Photo by: Erica Lehrer

Such oblivion is not unique to the Czech case, but can be observed across East-Central and South-Eastern Europe, countries that do not fit neatly into the binary division of Global North and Global South that so commonly determines the decolonial and postcolonial debate. As Jie-Hyun Lim argues, such societies might be better positioned as belonging to the “Global East(s)”. Here, collections and narratives presented in local Ethnographic or Archeological museums are seldom updated, or lack critical approaches or shared ownership with source communities – a regional oversight discussed by NHTM members Erica Lehrer and Joanna Wawrzyniak, and the subject of their forthcoming edited volume Decolonial Museology Recentered: Thinking Theory and Practice Through East-Central Europe (DeGruyter, 2026). There are, however, a growing number of curatorial interventions and fresh temporary exhibitions that are beginning to break out of the traditional pattern. During our walking tour we visited the Náprstek Museum of Asian, African and American Cultures. While there is room for improvement regarding the Museum’s permanent exhibition, a temporary one reflecting on the Czech Republic’s Vietnamese diaspora and co-curated by its members offered a fresh look at this community with accessible, personal stories.  

We also had a chance to view another exhibition dealing with coloniality, Eva Koťátková’s The heart of a giraffe in captivity is twelve kilos lighter. The artist’s intervention – a huge, deconstructed giraffe splayed across the immense gallery with bodily orifices that visitors could enter and contemplate – had been commissioned for the Czech and Slovak Pavillon at the Venice Biennale in 2024 and is currently on display at the National Gallery’s Trade Fair Palace. Inspired by the history of Lenka, a giraffe brought to Czechoslovakia in 1954 from Kenya, who died at the Prague Zoo only two years later.

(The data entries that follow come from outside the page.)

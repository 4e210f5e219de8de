//! The sections `parameters` and `correlations`.

use super::desk::{Desk, Fields, is_null};
use super::keys::{CORRELATION, DRAWS, PARAMETER};
use super::names::Names;
use crate::diag::Location;
use crate::model::correlated::Correlated;
use crate::model::messages::{Message, digits};
use crate::model::tree::{Entry, Kind, Node};
use crate::model::{Correlation, Draw, DrawTable, Name, Parameter, ParameterId, Placed};

/// Pairs of correlated parameters that a message lists.
const PAIRS_SHOWN: usize = 12;

/// The parameters, their names declared. A value that could not be read is 0 here, and reported.
pub(super) fn read(desk: &mut Desk<'_>, fields: &Fields<'_>, names: &mut Names) -> Vec<Parameter> {
    let Some(node) = fields.get("parameters").filter(|node| !is_null(node)) else { return Vec::new() };
    let help = "write names and numbers, for example {r: 0.9}";
    let Some(entries) = desk.map(node, "\"parameters\"", "a map from names to numbers", help) else {
        names.incomplete = true;
        return Vec::new();
    };
    for (index, entry) in entries.iter().enumerate() {
        names.declare(desk, &entry.key, entry.key_at, Name::Parameter(ParameterId(index)));
    }
    entries.iter().map(|entry| one(desk, entry)).collect()
}

fn one(desk: &mut Desk<'_>, entry: &Entry) -> Parameter {
    let name = format!("\"{}\"", entry.key);
    let mut parameter = plain(entry);
    if matches!(entry.value.kind, Kind::Scalar(_)) {
        parameter.value = desk.number(&entry.value, &name).unwrap_or_default();
        return parameter;
    }
    let what = format!("the parameter {name}");
    let Some(fields) = desk.fields(&entry.value, &PARAMETER, &what, entry.key_at) else { return parameter };
    let value = fields.get("value").and_then(|node| desk.number(node, &format!("the value of {name}")));
    parameter.value = value.unwrap_or_default();
    parameter.value_at = fields.get("value").map_or(entry.key_at, |node| node.at);
    parameter.unit = fields.get("unit").and_then(|node| desk.line(node, "\"unit\"", "a unit such as 1/yr"));
    parameter.note = desk.note(&fields);
    parameter.control = fields.get("control").and_then(|node| desk.flag(node, "\"control\"")).unwrap_or(false);
    parameter.min = fields.get("min").and_then(|node| desk.number(node, "\"min\""));
    parameter.max = fields.get("max").and_then(|node| desk.number(node, "\"max\""));
    parameter.range = fields.get("range").and_then(|node| range(desk, node));
    let has_range = fields.entry("range").is_some();
    parameter.draw = fields.get("draw").and_then(|node| draw(desk, node, has_range, value, parameter.range.as_ref()));
    limits(desk, &fields, &parameter, value);
    if parameter.draw.is_none() && !parameter.control && fields.entry("draw").is_none() {
        parameter.draw = parameter.range.as_ref().map(|range| Placed { value: Draw::Uniform, at: range.at });
    }
    parameter
}

fn plain(entry: &Entry) -> Parameter {
    Parameter {
        name: entry.key.clone(),
        at: entry.key_at,
        value: 0.0,
        value_at: entry.value.at,
        unit: None,
        range: None,
        draw: None,
        min: None,
        max: None,
        note: None,
        control: false,
    }
}

fn range(desk: &mut Desk<'_>, node: &Node) -> Option<Placed<[f64; 2]>> {
    let [low, high] = desk.pair(node, "\"range\"")?;
    if low >= high {
        desk.say(Message::RangeReversed, node.at, &[&digits(low), &digits(high)]);
        return None;
    }
    Some(Placed { value: [low, high], at: node.at })
}

/// That value and range agree with the hard limits.
fn limits(desk: &mut Desk<'_>, fields: &Fields<'_>, parameter: &Parameter, value: Option<f64>) {
    if parameter.min.is_none() && parameter.max.is_none() {
        return;
    }
    let min = parameter.min.unwrap_or(f64::NEG_INFINITY);
    let max = parameter.max.unwrap_or(f64::INFINITY);
    if min > max {
        let at = fields.get("min").map_or(parameter.at, |node| node.at);
        desk.say(Message::LimitsReversed, at, &[&digits(min), &digits(max)]);
        return;
    }
    if let Some(value) = value.filter(|value| !(min..=max).contains(value)) {
        desk.say(Message::ValueOutsideLimits, parameter.value_at, &[&digits(value), &limits_in_words(min, max)]);
    }
    if let Some(Placed { value: [low, high], at }) = parameter.range
        && (high < min || low > max)
    {
        desk.say(Message::RangeOutsideLimits, at, &[&digits(low), &digits(high), &limits_in_words(min, max)]);
    }
}

/// Two limits in words, where one of them may be infinite.
pub(super) fn limits_in_words(min: f64, max: f64) -> String {
    match (min.is_finite(), max.is_finite()) {
        (true, true) => format!("{} to {}", digits(min), digits(max)),
        (true, false) => format!("at least {}", digits(min)),
        _ => format!("at most {}", digits(max)),
    }
}

fn draw(
    desk: &mut Desk<'_>,
    node: &Node,
    has_range: bool,
    value: Option<f64>,
    range: Option<&Placed<[f64; 2]>>,
) -> Option<Placed<Draw>> {
    let names: Vec<&str> = DRAWS.iter().map(|(name, _)| *name).collect();
    if let Kind::Scalar(scalar) = &node.kind {
        let name = names.iter().find(|&&name| name == scalar.value).map_or("lognormal", |name| name);
        desk.say(Message::DrawWord, node.at, &[&name]);
        return None;
    }
    let entries = desk.map(node, "\"draw\"", "a map", "write for example draw: {lognormal: {cv: 0.2}}")?;
    let [entry] = entries else {
        desk.say(Message::DrawNotOne, node.at, &[&names.join(", ")]);
        return None;
    };
    let Some((name, table)) = DRAWS.iter().find(|(name, _)| *name == entry.key) else {
        desk.say(Message::NotAWord, entry.key_at, &[&"\"draw\"", &entry.key, &names.join(", ")]);
        return None;
    };
    let fields = desk.fields(&entry.value, table, table.name, entry.key_at)?;
    let draw = distribution(desk, name, &fields)?;
    suits(desk, entry, draw, has_range, value, range);
    Some(Placed { value: draw, at: entry.key_at })
}

fn distribution(desk: &mut Desk<'_>, name: &str, fields: &Fields<'_>) -> Option<Draw> {
    let mut positive = |key: &str| desk.positive(fields.get(key)?, &format!("\"{key}\""));
    Some(match name {
        "normal" => Draw::Normal { sd: positive("sd")? },
        "lognormal" => Draw::Lognormal { cv: positive("cv")? },
        "triangular" => Draw::Triangular,
        "beta" => {
            let (a, b) = (positive("a"), positive("b"));
            Draw::Beta { a: a?, b: b? }
        }
        _ => Draw::Uniform,
    })
}

/// That a distribution has what it needs: a range, a positive value, a mode within the range.
fn suits(
    desk: &mut Desk<'_>,
    entry: &Entry,
    draw: Draw,
    has_range: bool,
    value: Option<f64>,
    range: Option<&Placed<[f64; 2]>>,
) {
    match draw {
        Draw::Lognormal { .. } => {
            if let Some(value) = value.filter(|&value| value <= 0.0) {
                desk.say(Message::LognormalValue, entry.key_at, &[&digits(value)]);
            }
        }
        Draw::Uniform | Draw::Triangular | Draw::Beta { .. } if !has_range => {
            desk.say(Message::DrawNeedsRange, entry.key_at, &[&entry.key]);
        }
        Draw::Triangular => {
            if let (Some(value), Some([low, high])) = (value, range.map(|range| range.value))
                && !(low..=high).contains(&value)
            {
                desk.say(Message::ModeOutsideRange, entry.key_at, &[&digits(value), &digits(low), &digits(high)]);
            }
        }
        Draw::Normal { .. } | Draw::Uniform | Draw::Beta { .. } => {}
    }
}

/// The section `correlations`.
pub(super) fn correlations(
    desk: &mut Desk<'_>,
    fields: &Fields<'_>,
    names: &Names,
    parameters: &[Parameter],
    draws: Option<&DrawTable>,
) -> Vec<Correlation> {
    let Some(node) = fields.get("correlations").filter(|node| !is_null(node)) else { return Vec::new() };
    let what = "a list of maps such as {between: [r, K], rank: -0.4}";
    let nodes = desk.list(node, "\"correlations\"", what).unwrap_or_default();
    let mut found: Vec<Correlation> = Vec::new();
    for node in nodes {
        let Some(correlation) = correlation(desk, node, names) else { continue };
        let [a, b] = correlation.between.map(|id| parameters[id.0].name.as_str());
        let same = |other: &&Correlation| {
            other.between == correlation.between || other.between == [correlation.between[1], correlation.between[0]]
        };
        if let Some(first) = found.iter().find(same) {
            desk.say_both(Message::PairTwice, correlation.at, &[&a, &b], (first.at, "first here"));
        }
        for id in correlation.between {
            let column = draws.is_some_and(|draws| draws.columns.contains(&id));
            if parameters[id.0].draw.is_none() || column {
                desk.say(Message::NotDrawn, correlation.at, &[&parameters[id.0].name]);
            }
        }
        found.push(correlation);
    }
    if desk.is_clean() {
        possible(desk, &found, parameters, node.at);
    }
    found
}

/// That the correlations can hold together.
fn possible(desk: &mut Desk<'_>, found: &[Correlation], parameters: &[Parameter], at: Location) {
    let Err(impossible) = Correlated::of(found) else { return };
    let name = |id: ParameterId| parameters[id.0].name.as_str();
    let pair =
        |(one, rank): (&Correlation, &f64)| format!("{} and {} {rank}", name(one.between[0]), name(one.between[1]));
    let mut pairs: Vec<String> = found.iter().zip(&impossible.possible).take(PAIRS_SHOWN).map(pair).collect();
    if found.len() > PAIRS_SHOWN {
        pairs.push(format!("and so on for {} more", found.len() - PAIRS_SHOWN));
    }
    let how = if impossible.nearest { "the nearest that are" } else { "made smaller in one proportion they are" };
    desk.say(Message::Impossible, at, &[&how, &pairs.join(", ")]);
}

fn correlation(desk: &mut Desk<'_>, node: &Node, names: &Names) -> Option<Correlation> {
    let fields = desk.fields(node, &CORRELATION, "a correlation", node.at)?;
    let rank = fields.get("rank").and_then(|node| rank(desk, node));
    let pair = fields.get("between").and_then(|node| between(desk, node, names));
    let (between, at) = pair?;
    Some(Correlation { between, rank: rank?, at })
}

fn rank(desk: &mut Desk<'_>, node: &Node) -> Option<f64> {
    let rank = desk.number(node, "\"rank\"")?;
    if (-1.0..=1.0).contains(&rank) {
        return Some(rank);
    }
    desk.say(Message::RankRange, node.at, &[&digits(rank)]);
    None
}

fn between(desk: &mut Desk<'_>, node: &Node, names: &Names) -> Option<([ParameterId; 2], Location)> {
    let what = "the names of two parameters";
    let [a, b] = desk.list(node, "\"between\"", what)? else {
        desk.say(Message::NotAPair, node.at, &[&"\"between\"", &what, &"two names in brackets: [r, K]"]);
        return None;
    };
    let mut one = |node: &Node| {
        let name = desk.line(node, "\"between\"", what)?;
        names.parameter(desk, &name.value, name.at)
    };
    let (a, b) = (one(a), one(b));
    let (a, b) = (a?, b?);
    if a == b {
        let name = match &node.kind {
            Kind::Sequence(nodes) => nodes.first().map_or(String::new(), |node| text_of(node)),
            _ => String::new(),
        };
        desk.say(Message::SamePair, node.at, &[&name]);
        return None;
    }
    Some(([a, b], node.at))
}

fn text_of(node: &Node) -> String {
    if let Kind::Scalar(scalar) = &node.kind { scalar.value.clone() } else { String::new() }
}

The artist poses uncomfortable questions about the long shadow of colonialism and its legacies.  Showing this work on the premises of the National Gallery sparked controversy and attracted protests in front of the building.  

Sadly, this experience is sobering evidence that decolonizing East-Central European museums remains a distant horizon – and ongoing change means decolonization itself is an open-ended project. Nevertheless, calling attention to colonial legacies such as the story of Lenka or the site of the “human zoo” generates awareness and spurs public debate.  Even if it is accompanied by backlash and a general lack of comprehension among many local inhabitants, such steps can lead to broader, more structural changes. Activist academics like Markéta step beyond the standard comfort zone of research and observation, as taking a stance and advocating for the necessity of facing difficult truths makes one vulnerable, and even risks having one’s credentials questioned. Yet perhaps this is the price of dedicating oneself to true social change?